For the past month, Sudan has been rocked by deadly battles between de facto leader Burhan and his former deputy, RSF commander Mohamed Hamdan Daglo, also known as Hemeti.

The RSF under Daglo, a former camel trader, emerged out of the notorious Janjaweed militias which from 2003 pillaged villages in the Darfur region where they were accused of widespread atrocities and war crimes.

In recent years the RSF has sent guns for hire into the Yemen war, on the side of Saudi Arabia and the United Arab Emirates against Iran-backed Huthi rebels, and to Libya, in support of different camps including eastern-based general Khalifa Haftar.

Washington and Brussels charge the RSF has ties with Russia’s Wagner mercenary group, which is fighting in Ukraine and has long been active in multiple African countries, including Libya where it backed Haftar.

Wagner boss Yevgeny Prigozhin recently insisted that “for two years, not a single Wagner… fighter has been present in Sudan. And today there is none”.

Cameron Hudson, of the Center for Strategic and International Studies, said that “the Wagner group is not fighting in Sudan, but they have technical advisors”.

– ‘Death and destruction’ –

The European Union in February imposed new sanctions against Wagner, accusing it of human rights abuses in Ukraine as well as Sudan, Mali and CAR.

After major fighting erupted in Sudan in mid-April, US Secretary of State Antony Blinken voiced “deep concern about the engagement” of Wagner there, charging that the group “brings more death and destruction” wherever it operates.

Western diplomats have reported seeing groups of mercenaries frequently passing through Khartoum’s airport and hotels since the CAR government in 2018 called on Wagner to help repress a rebellion.

Daglo’s family has long controlled gold mines in Darfur and elsewhere in Sudan, Africa’s third-largest producer of the precious metal that has also attracted the attention of Wagner.

The US Treasury has accused Prigozhin of operating shadow companies in Sudan that were awarded gold-mining concessions, and the latest EU sanctions also targeted gold companies linked to Wagner in Sudan.
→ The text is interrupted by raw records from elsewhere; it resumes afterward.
@dataclass(frozen=True)
class Difference:
    """One difference between the original and the alternate that matters to the substitute.

    ``severity`` is "reject", "review" or "note"; ``text`` is the phrase purchasing reads
    (``rated 85 degC instead of 125 degC``), ``short`` the form put in brackets beside a verdict.
    """

    field: str
    severity: str
    original: str
    proposed: str
    text: str
    short: str
    refdes: tuple[str, ...]

    def to_dict(self) -> dict:
        """JSON-ready dict."""
        return {"field": self.field, "severity": self.severity, "original": self.original,
                "proposed": self.proposed, "text": self.text, "refdes": list(self.refdes)}


@dataclass(frozen=True)
class Issue:
    """A reason behind the alternate's verdict, for some placements."""

    severity: str
    kind: str  # "verdict", "margin", "difference" or "placements"
    topic: str  # the metric or spec field it is about
    refdes: tuple[str, ...]
    text: str

    @property
    def sentence(self) -> str:
        """``Rejected for C14, C15: rated 85 degC, the placements run at 95 degC (...)``."""
        who = f" for {designator_list(self.refdes)}" if self.refdes else ""
        return f"{SEVERITY_LABEL[self.severity]}{who}: {self.text}"

    def to_dict(self) -> dict:
        """JSON-ready dict."""
        return {"severity": self.severity, "kind": self.kind, "topic": self.topic,
                "refdes": list(self.refdes), "text": self.text, "sentence": self.sentence}


@dataclass(frozen=True)
class VerdictPair:
    """One rule on one placement: the original's verdict and the alternate's (None where the rule
    does not apply to that part)."""

    rule_id: str
    metric: str | None
    original: dict | None
    proposed: dict | None
    worse: bool

    def to_dict(self) -> dict:
        """JSON-ready dict."""
        return {"rule": self.rule_id, "metric": self.metric, "original": self.original,
                "proposed": self.proposed, "worse": self.worse}


@dataclass(frozen=True)
class PlacementCheck:
    """One placement, audited with the original and with the alternate, side by side.

    ``role`` is "replaced" (the alternate sits here) or "group" (a member of the same bank or
    series stack, whose stresses the swap may change).
    """

    refdes: str
    row: int | None
    role: str
    conditions: str
    original_status: str
    proposed_status: str
    original_governing: dict | None
    proposed_governing: dict | None
    verdicts: tuple[VerdictPair, ...]
    worse: bool

    @property
    def change(self) -> str:
        """"worse" (a verdict got worse), "better" (the placement's status improved) or "same"."""
        if self.worse:
            return "worse"
        if _RANK[self.proposed_status] < _RANK[self.original_status]:
            return "better"
        return "same"

    def to_dict(self) -> dict:
        """JSON-ready dict."""
        return {"refdes": self.refdes, "row": self.row, "role": self.role, "change": self.change,
                "conditions": self.conditions,
                "original": {"status": self.original_status,
                             "governing": self.original_governing},
                "proposed": {"status": self.proposed_status,
                             "governing": self.proposed_governing},
                "worse": self.worse, "verdicts": [v.to_dict() for v in self.verdicts]}


@dataclass(frozen=True)
class AlternateResult:
    """The check of one alternate in every placement of its original (``original_spec`` and
    ``proposed_spec`` are those of its first placement, after the parts data)."""

    alternate: Alternate
    match: str  # how the original was found: "refdes", "mpn", "text" or "direct"
    refdes: tuple[str, ...]  # fitted placements of the original
    not_fitted: tuple[str, ...]
    original_text: str
    proposed_text: str
    spec_source: str  # where the alternate's spec came from
    original_spec: dict
    proposed_spec: dict
    verdict: str
    reasons: tuple[Issue, ...]
    differences: tuple[Difference, ...]
    placements: tuple[PlacementCheck, ...]

    @property
    def summary(self) -> str:
        """The sentences of the reasons that set the verdict (for drop-in: that it is one)."""
        top = [i for i in self.reasons if i.severity == _TOP_SEVERITY[self.verdict]]
        if not top and self.verdict != "drop-in":
            return SEVERITY_LABEL[_TOP_SEVERITY[self.verdict]]
        if self.verdict == "drop-in":
            notes = "; ".join(i.text for i in self.reasons if i.severity == "note")
            who = f" for {designator_list(self.refdes)}" if self.refdes else ""
            return (f"Drop-in{who}: no verdict worse and no difference that matters"
                    + (f" ({notes})" if notes else ""))
        by_refdes: dict[tuple[str, ...], list[str]] = {}
        for i in top:
            by_refdes.setdefault(i.refdes, []).append(i.text)
        label = SEVERITY_LABEL[top[0].severity]
        return ". ".join(f"{label}{' for ' + designator_list(r) if r else ''}: {'; '.join(t)}"
                         for r, t in by_refdes.items())

    def to_dict(self) -> dict:
        """JSON-ready dict."""
        a = self.alternate
        return {
            "original": {"key": a.original, "match": self.match, "text": self.original_text,
                         "refdes": list(self.refdes), "not_fitted": list(self.not_fitted),
                         "spec": self.original_spec},
            "proposed": {"label": a.label, "mpn": a.mpn, "manufacturer": a.manufacturer,
                         "text": self.proposed_text, "footprint_checked": a.footprint_checked,
                         "notes": a.notes, "source": a.where(), "row": a.row,
                         "spec_source": self.spec_source, "spec": self.proposed_spec},
            "verdict": self.verdict,
            "summary": self.summary,
            "reasons": [i.to_dict() for i in self.reasons],
            "differences": [d.to_dict() for d in self.differences],
            "placements": [p.to_dict() for p in self.placements],
        }


_TOP_SEVERITY = {"rejected": "reject", "review": "review", "drop-in": "note"}


@dataclass(frozen=True)
class SubstituteResult:
    """Every alternate checked, with the rule sets and inputs behind the checks."""

    tool_version: str
    rulesets: tuple[dict, ...]
    inputs: tuple[dict, ...]
    options: dict
    results: tuple[AlternateResult, ...]
    cautions: tuple[str, ...] = CAUTIONS

    @property
    def status(self) -> str:
        """The worst verdict ("drop-in" when there are no alternates)."""
        worst = max((VERDICTS.index(r.verdict) for r in self.results), default=0)
        return VERDICTS[worst]

    @property
    def rejected(self) -> bool:
        """True when any alternate is rejected (the CLI's exit status 1)."""
        return any(r.verdict == "rejected" for r in self.results)

    @property
    def totals(self) -> dict[str, int]:
        """Alternates checked, and how many of each verdict."""
        out = {"alternates": len(self.results)}
        out.update({v: sum(r.verdict == v for r in self.results) for v in VERDICTS})
        return out

    def to_dict(self) -> dict:
        """The JSON form (schema ``substitute.schema.json``)."""
        return {
            "tool": {"name": "bomcheck", "version": self.tool_version},
            "kind": "substitute",
            "status": self.status,
            "options": dict(self.options),
            "rulesets": list(self.rulesets),
            "inputs": list(self.inputs),
            "totals": self.totals,
            "alternates": [r.to_dict() for r in self.results],
            "cautions": list(self.cautions),
        }

    def to_json(self) -> str:
        """JSON text; the same inputs give the same bytes."""
        return json.dumps(_plain(self.to_dict()), ensure_ascii=False, indent=2,
                          allow_nan=False) + "\n"


def _plain(value: Any) -> Any:
    """JSON-ready: NaN to None, numpy scalars to Python, tuples to lists."""
    if isinstance(value, dict):
        return {k: _plain(v) for k, v in value.items()}
    if isinstance(value, (list, tuple)):
        return [_plain(v) for v in value]
    if isinstance(value, np.generic):
        value = value.item()
    if isinstance(value, float) and not math.isfinite(value):
        return None
    if value is pd.NA:
        return None
    return value


# --------------------------------------------------------------------------------------------
# Formatting.

def designator_list(refdes: Iterable[str], limit: int | None = 24) -> str:
    """Designators in natural order, runs of three or more as ranges: ``C7-C10, C12``; past
    ``limit`` items, ``... and 1180 more`` (None: all of them)."""
    from bomcheck.parse.refdes import sort_key

    items = sorted(dict.fromkeys(refdes), key=sort_key)
    out: list[tuple[str, int]] = []  # (text, designators it stands for)
    run: list[tuple[str, int, str]] = []

    def flush() -> None:
        if len(run) >= 3:
            out.append((f"{run[0][2]}-{run[-1][2]}", len(run)))
        else:
            out.extend((r[2], 1) for r in run)
        run.clear()

    for item in items:
        m = re.fullmatch(r"([A-Za-z_]+)(\d+)", item)
        if m and run and m.group(1) == run[-1][0] and int(m.group(2)) == run[-1][1] + 1 \
                and not m.group(2).startswith("0"):
            run.append((m.group(1), int(m.group(2)), item))
            continue
        flush()
        if m and not m.group(2).startswith("0"):
            run.append((m.group(1), int(m.group(2)), item))
        else:
            out.append((item, 1))
    flush()
    if limit is not None and len(out) > limit:
        rest = sum(n for _, n in out[limit:])
        return ", ".join(t for t, _ in out[:limit]) + f" and {rest} more"
    return ", ".join(t for t, _ in out)


def _fq(value: Any, unit: str, percent: bool = False) -> str:
    """A value as engine messages show it (``16 V``, ``79.69 %``, ``4.7 uF``); "?" when unknown."""
    from bomcheck.quantity import format_quantity

    if value is None or (isinstance(value, float) and math.isnan(value)):
        return "?"
    return format_quantity(float(value), unit, percent)


def _num(value: Any) -> float:
    try:
        out = float(value)
    except (TypeError, ValueError):
        return math.nan
    return out


def _given(value: Any) -> bool:
    if value is None or value is pd.NA:
        return False
    if isinstance(value, float):
        return not math.isnan(value)
    return value != ""


def _norm_text(text: str) -> str:
    return " ".join(str(text).split()).casefold()


def _norm_package(text: Any) -> str:
    return re.sub(r"[\s_]+", "", str(text)).upper() if _given(text) else ""


def conditions_text(rec: Mapping[str, Any]) -> str:
    """A placement's operating conditions in a few words: ``12.6 V + 0.15 V ripple, 60 degC``."""
    parts = []
    upper, ac = _num(rec.get("v_upper_v")), _num(rec.get("v_ac_rms"))
    if not math.isnan(upper):
        text = _fq(upper, "V")
        ripple = _num(rec.get("v_ripple_pk"))
        if not math.isnan(ripple) and ripple:
            text += f" + {_fq(ripple, 'V')} ripple"
        parts.append(text)
    if not math.isnan(ac):
        parts.append(f"{_fq(ac, 'V')} rms")
    t_op = _num(rec.get("t_operating_c"))
    if not math.isnan(t_op):
        parts.append(_fq(t_op, "degC"))
    return ", ".join(parts) or "no conditions"


# --------------------------------------------------------------------------------------------
# Reading the alternates file (CSV, TSV, XLSX through bomcheck.read.reader, or TOML).

# Folded header -> field, for the alternates file's own columns (BOM and parts-data columns are
# recognised by their own modules' aliases).
_OWN_HEADERS: dict[str, tuple[str, ...]] = {
    "original": ("original", "originalpart", "originalmpn", "originaltext", "replaces",
                 "replacing", "substitutefor", "alternatefor", "bomline", "originalline"),
    "original_refdes": ("originalrefdes", "originaldesignators", "originaldesignator",
                        "refdes", "designator", "designators", "placements"),
    "mpn": ("alternate", "alternatempn", "proposed", "proposedmpn", "substitute",
            "substitutempn"),
    "description": ("alternatetext", "proposedtext", "alternatedescription",
                    "proposeddescription", "text"),
    "footprint_checked": ("footprintchecked", "footprintok", "footprintverified",
                          "layoutchecked", "footprintapproved"),
    "notes": ("notes", "note", "comment", "comments", "remarks"),
}
_YES = frozenset({"yes", "y", "true", "t", "1", "x", "checked", "ok", "\u2713", "\u2714"})
_NO = frozenset({"", "no", "n", "false", "f", "0", "-"})
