//! Helpers shared by the non-criterion comparison benches (`compare`, `compare_renewal`).
//!
//! Each bench compiles this module on its own and uses only part of it.
#![allow(dead_code)]

use std::hint::black_box;
use std::time::Instant;

/// Median wall time (seconds) of `runs` calls after one warm-up call.
pub fn time<T>(runs: usize, mut f: impl FnMut() -> T) -> f64 {
    black_box(f());
    let mut t: Vec<f64> = (0..runs)
        .map(|_| {
            let s = Instant::now();
            black_box(f());
            s.elapsed().as_secs_f64()
        })
        .collect();
    t.sort_by(f64::total_cmp);
    t[runs / 2]
}

/// Median wall times (seconds) of `f` run inside each of `pools`, the pools taking turns in blocks
/// (`rounds` blocks of `per` timed calls in each pool, after one untimed call that wakes the pool's
/// threads), so that drifts of the machine's speed reach all pools alike while every timed call finds
/// its pool awake, as back-to-back calls do.
pub fn time_alternating(rounds: usize, per: usize, pools: &[rayon::ThreadPool], f: &(dyn Fn() + Sync)) -> Vec<f64> {
    let mut t = vec![Vec::with_capacity(rounds * per); pools.len()];
    for _ in 0..rounds {
        for (p, ts) in pools.iter().zip(t.iter_mut()) {
            p.install(f);
            for _ in 0..per {
                let s = Instant::now();
                p.install(f);
                ts.push(s.elapsed().as_secs_f64());
            }
        }
    }
    t.into_iter()
        .map(|mut ts| {
            ts.sort_by(f64::total_cmp);
            ts[ts.len() / 2]
        })
        .collect()
}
For Daglo, gold has provided a revenue stream to pay fighters, said Andreas Krieg, associate professor of security studies at King’s College London.

“The fact that Hemeti has access to quite a lot of gold wealth and avenues to bring it to market means he can pay salaries in a way that many in sub-Saharan Africa or the Sahel cannot,” Krieg told AFP.
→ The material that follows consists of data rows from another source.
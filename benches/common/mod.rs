//! Helpers shared by the non-criterion comparison benches (`compare`, `compare_renewal`).

use std::hint::black_box;
use std::time::Instant;

/// Median wall time (seconds) of `runs` calls after one warm-up call.
pub fn time<T>(runs: usize, mut f: impl FnMut() -> T) -> f64 {
    black_box(f());
    let mut t: Vec<f64> = (0..runs)
        .map(|_| {
            let s = Instant::now();
            black_box(f());
            s.elapsed().as_secs_f64()
        })
        .collect();
    t.sort_by(f64::total_cmp);
    t[runs / 2]
}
“We had people from Chad join the RSF as well over the years looking for salaries.”

– ‘Boutique’ security firms –

Hemeti hails from western Darfur’s pastoralist Arab Rizeigat people and has family roots in Chad, with which Sudan shares a long and porous border.

Sudanese militias have long padded their ranks by offering “Chadian Arabs access to Sudanese citizenship and land abandoned by displaced non-Arabs”, the Small Arms Survey research project found in 2017.

The RSF in its recent social media campaign has published videos of fighters in Chad and Niger voicing their support for them.

While the RSF can draw on fighters from Chad and elsewhere, it is believed to receive weapons from Libya, analysts say.

Krieg said that areas under Haftar’s control are now a likely “hub and node to deliver arms and supplies to the RSF”. Weapons sent there in the past by the UAE “could now be proliferated with plausible deniability to the RSF”, he said.

Sudan specialist Alex de Waal said that money and fighters “are interchangeable currencies in Sudan’s political marketplace, and Hemeti trades in both”.

“The RSF is now a private transnational mercenary enterprise,” de Waal wrote in a recent analysis. “It’s a gold-mining and gold-trading operation and the enforcement arm of Hemeti’s ever expanding commercial empire.”

If the RSF wins, de Waal predicted, “the Sudanese state will become a subsidiary of this transnational venture”.

Meanwhile Sudan’s conflict has also fuelled another business line for professional soldiers, who have offered desperate foreigners with the means of a chance to flee the country, said Hudson.

For those who could not get a spot on mass evacuations, he said, “a number of small ’boutique’ private companies, mainly retired British special forces operators, were evacuating people for a large fee, up to $20,000-50,000.”